The following are possible R&D projects.

a. Evaluate new alternative cleaners that have recently come on the market.

b. Evaluate the feasibility of wastewater recycling for aqueous and semi-aqueous systems.

c. Develop a life cycle analysis model for determining when it makes sense and when it does not make sense to replace chlorinated solvent cleaners with non-chlorinated organic, aqueous, and non-aqueous cleaners.

d. Evaluate the effectiveness of corrosion inhibitors to prevent flash rust.

e. Compile information on the nature, use, and results of various testing and evaluating methods used by manufacturers to measure the cleanliness of a substrate necessary to allow subsequent processing.

f. Further evaluate non-hazardous abrasive cleaning processes such as carbon dioxide snow and pellets.

g. Demonstrate membrane filtration for aqueous cleaners.

h. Investigate which ingredients of cleaners cause the most trouble in wastewater treatment.

i. Investigate which low-emission solvent degreasing systems do the best job and have the lowest emissions.

j. Investigate improving upon ultrasonic cleaning as a substitute for solvent and alkaline cleaning technology.

k. Investigate laser-assisted cleaning.

l. Demonstrate emissionless vapor degreasing equipment.

m. Conduct a study to determine whether flash rusting can be tolerated if the surface shows no contamination and is coated soon after aqueous cleaning.

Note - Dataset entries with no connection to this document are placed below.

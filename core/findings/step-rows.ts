import { type Series, usualInterval } from '../timeline/series.ts'
import { clip, type Spans, spansOf, totalMs } from '../timeline/spans.ts'
import type { Thing, Timeline } from '../timeline/timeline.ts'
import { groupedLevelBetween, meanBetween } from './levels.ts'

const MINUTE_MS = 60_000
/** Only so much of a long piece next to an edge is looked at: over more the level drifts. */
const BESIDE_MS = 60 * MINUTE_MS
/** Pieces too short for a level are bridged, as long as no more than this is skipped. */
const BRIDGE_MS = 10 * MINUTE_MS
/** Watches and loggers differ by minutes: so much round a switching that a person wrote down belongs to neither side. */
const NOTED_MS = 15 * MINUTE_MS
/** Where a circuit with unseen loads is switched, the usual level of so long a time is asked, not what ran just then. */
const LONG_MS = 24 * 60 * MINUTE_MS
/** Levels over less than this say nothing of what is usual. */
const LEAST_LONG_MS = 4 * 60 * MINUTE_MS
/** Most differences without any switching that are taken to measure the wander of the level. */
const MOST_PLACEBOS = 400

/** One difference of neighbouring levels, later less earlier, mA, and what changed between them. */
export interface StepRow {
  readonly at: number
  readonly ma: number
  /** Level before the change, mA. */
  readonly before: number
  /** Positions in `things`, and +1 for on, −1 for off. Empty for a placebo: a place where nothing named changed. */
  readonly things: readonly number[]
  readonly signs: readonly number[]
  /** Whether the levels are means over hours. */
  readonly long: boolean
}

export interface StepRows {
  /** By time. */
  readonly steps: readonly StepRow[]
  readonly placebos: readonly StepRow[]
  /** The same for means over hours; empty where no step asks for them. */
  readonly longPlacebos: readonly StepRow[]
}

interface Piece {
  readonly from: number
  readonly to: number
}

/**
 * Cuts the logged time wherever a circuit or load changes and takes the differences of neighbouring robust levels, a bit
 * away from the edges (methods.md §2), farther where the time is a person's. Where a circuit changes, so do those of its loads that ran on it.
 * Linear in changes × readings looked at near each (at most 401).
 */
export function stepRows(timeline: Timeline, leakage: Series): StepRows {
  const interval = usualInterval(leakage)
  if (Number.isNaN(interval)) return { steps: [], placebos: [], longPlacebos: [] }
  const edges = edgesOf(timeline)
  const blanks = notedSpans(timeline.things)
  const pieces = piecesOf(timeline, edges, blanks, interval)
  const hasUnseen = circuitsWithUnseen(timeline.things)
  const steps: StepRow[] = []
  let e = 0
  let held: { piece: Piece; stretch: number } | null = null
  for (const { piece, stretch } of pieces) {
    if (held !== null && held.stretch === stretch && gapBetween(held.piece.to, piece.from, blanks) <= BRIDGE_MS) {
      while (e < edges.length && edges[e]!.at < held.piece.to) e++
      const changed = new Map<number, number>()
      for (; e < edges.length && edges[e]!.at <= piece.from; e++) {
        const { thing, on } = edges[e]!
        changed.set(thing, (changed.get(thing) ?? 0) + (on ? 1 : -1))
      }
      const long = [...changed.keys()].every((thing) => hasUnseen.has(thing))
      const row = rowOf(leakage, held.piece, piece, interval, changed, long)
      if (row !== null) steps.push(row)
    }
    held = { piece, stretch }
  }
  const long = steps.some((row) => row.long)
  return {
    steps,
    placebos: placebosOf(leakage, pieces, interval),
    longPlacebos: long ? longPlacebosOf(leakage, pieces, interval) : [],
  }
}

interface Edge {
  readonly at: number
  readonly thing: number
  readonly on: boolean
}

function edgesOf(timeline: Timeline): Edge[] {
  const edges: Edge[] = []
  timeline.things.forEach((thing, index) => {
    for (const { at, on } of thing.changes) edges.push({ at, thing: index, on })
  })
  return edges.sort((a, b) => a.at - b.at || a.thing - b.thing)
}

/** Settling time after a change, ms: two readings, at least two seconds. */
function settling(interval: number): number {
  return Math.max(2_000, 2 * interval)
}

/** Time round switchings that somebody wrote down; where they follow each other closely, a third of the way to the next. */
function notedSpans(things: readonly Thing[]): Spans {
  const noted = things
    .filter((thing) => thing.source === 'switching')
    .flatMap((thing) => thing.changes.map(({ at }) => at))
  const times = [...new Set(noted)].sort((a, b) => a - b)
  return spansOf(
    times.map((at, i): [number, number] => [
      at - Math.min(NOTED_MS, (at - (times[i - 1] ?? Number.NEGATIVE_INFINITY)) / 3),
      at + Math.min(NOTED_MS, ((times[i + 1] ?? Number.POSITIVE_INFINITY) - at) / 3),
    ]),
  )
}

/** Time between two pieces, without what was left out on purpose, ms. */
function gapBetween(from: number, to: number, blanks: Spans): number {
  return to > from ? to - from - totalMs(clip(blanks, from, to)) : 0
}

/** Pieces long enough for a level, with the logged stretch each lies in. */
function piecesOf(
  timeline: Timeline,
  edges: readonly Edge[],
  blanks: Spans,
  interval: number,
): { piece: Piece; stretch: number }[] {
  const { logged } = timeline
  const least = settling(interval) + 3 * interval
  const list: { piece: Piece; stretch: number }[] = []
  let e = 0
  let k = 0
  for (let s = 0; s < logged.length; s += 2) {
    let from = logged[s]!
    const end = logged[s + 1]!
    while (e < edges.length && edges[e]!.at < from) e++
    for (;;) {
      const to = e < edges.length && edges[e]!.at < end ? edges[e]!.at : end
      while (k < blanks.length && blanks[k + 1]! <= from) k += 2
      let begin = from
      for (let n = k; n < blanks.length && blanks[n]! < to; n += 2) {
        if (blanks[n]! - begin >= least) list.push({ piece: { from: begin, to: blanks[n]! }, stretch: s })
        begin = blanks[n + 1]!
      }
      if (to - begin >= least) list.push({ piece: { from: begin, to }, stretch: s })
      if (to === end) break
      from = to
      e++
    }
  }
  return list
}

/** Circuits on which a load hangs whose state nobody knows, by position. */
function circuitsWithUnseen(things: readonly Thing[]): Set<number> {
  const unseen = new Set(things.filter((t) => t.kind === 'load' && t.state.on.length === 0).map((t) => t.circuit))
  return new Set(things.flatMap((t, i) => (t.kind === 'circuit' && unseen.has(t.circuit) ? [i] : [])))
}

function rowOf(
  leakage: Series,
  a: Piece,
  b: Piece,
  interval: number,
  changed: ReadonlyMap<number, number>,
  mayBeLong: boolean,
): StepRow | null {
  const things: number[] = []
  const signs: number[] = []
  for (const [thing, sign] of changed) {
    if (sign === 0) continue
    things.push(thing)
    signs.push(Math.sign(sign))
  }
  if (things.length === 0) return null
  const long = mayBeLong && Math.min(a.to - a.from, b.to - b.from) >= LEAST_LONG_MS
  const beside = long ? LONG_MS : BESIDE_MS
  const level = long ? meanBetween : groupedLevelBetween
  const before = level(leakage, Math.max(a.from, a.to - beside) + lead(a, interval), a.to - interval / 2, 2)
  const after = level(leakage, b.from + settling(interval), Math.min(b.to, b.from + beside) - interval / 2, 2)
  if (Number.isNaN(before + after)) return null
  return { at: b.from, ma: after - before, before, things, signs, long }
}

/** What to leave out at the beginning of the earlier piece: its own settling, unless its far end is out of sight anyway. */
function lead(piece: Piece, interval: number): number {
  return piece.to - piece.from > BESIDE_MS ? 0 : settling(interval)
}

/** Differences across places in long pieces where nothing changed: how much the level wanders of itself. */
function placebosOf(
  leakage: Series,
  pieces: readonly { piece: Piece; stretch: number }[],
  interval: number,
): StepRow[] {
  const least = Math.max(4 * MINUTE_MS, 20 * interval)
  const places: { piece: Piece; at: number }[] = []
  for (const { piece } of pieces) {
    const length = piece.to - piece.from
    if (length < least) continue
    const count = Math.max(1, Math.floor(length / (2 * BESIDE_MS)))
    for (let k = 0; k < count; k++) places.push({ piece, at: piece.from + ((k + 0.5) * length) / count })
  }
  const rows: StepRow[] = []
  const stride = Math.max(1, Math.ceil(places.length / MOST_PLACEBOS))
  for (let i = 0; i < places.length; i += stride) {
    const { piece, at } = places[i]!
    const from = Math.max(piece.from + settling(interval), at - BESIDE_MS)
    const to = Math.min(piece.to, at + BESIDE_MS)
    const before = groupedLevelBetween(leakage, from, at - interval / 2, 2)
    const after = groupedLevelBetween(leakage, at + settling(interval), to - interval / 2, 2)
    if (!Number.isNaN(before + after)) rows.push({ at, ma: after - before, before, things: [], signs: [], long: false })
  }
  return rows
}

/** Half of the span of a long placebo: what a switched piece usually offers. */
const LONG_PLACEBO_MS = 12 * 60 * MINUTE_MS

function longPlacebosOf(
  leakage: Series,
  pieces: readonly { piece: Piece; stretch: number }[],
  interval: number,
): StepRow[] {
  const rows: StepRow[] = []
  for (const { piece } of pieces) {
    for (let at = piece.from + LONG_PLACEBO_MS; at + LONG_PLACEBO_MS <= piece.to; at += LONG_PLACEBO_MS) {
      const before = meanBetween(leakage, at - LONG_PLACEBO_MS + settling(interval), at, 2)
      const after = meanBetween(leakage, at, at + LONG_PLACEBO_MS - interval / 2, 2)
      if (!Number.isNaN(before + after))
        rows.push({ at, ma: after - before, before, things: [], signs: [], long: true })
    }
  }
  return rows
}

n. Evaluate additional rinses with high purity water to remove any surface contamination and to reduce flash rusting.

o. Develop alternative degreasers for repair processes that are different from manufacturing degreasing processes. Alternatives used in manufacturing can become entrapped and compromise overall structure when used in a repair operation. Alternatives for repair operations are needed and should be investigated.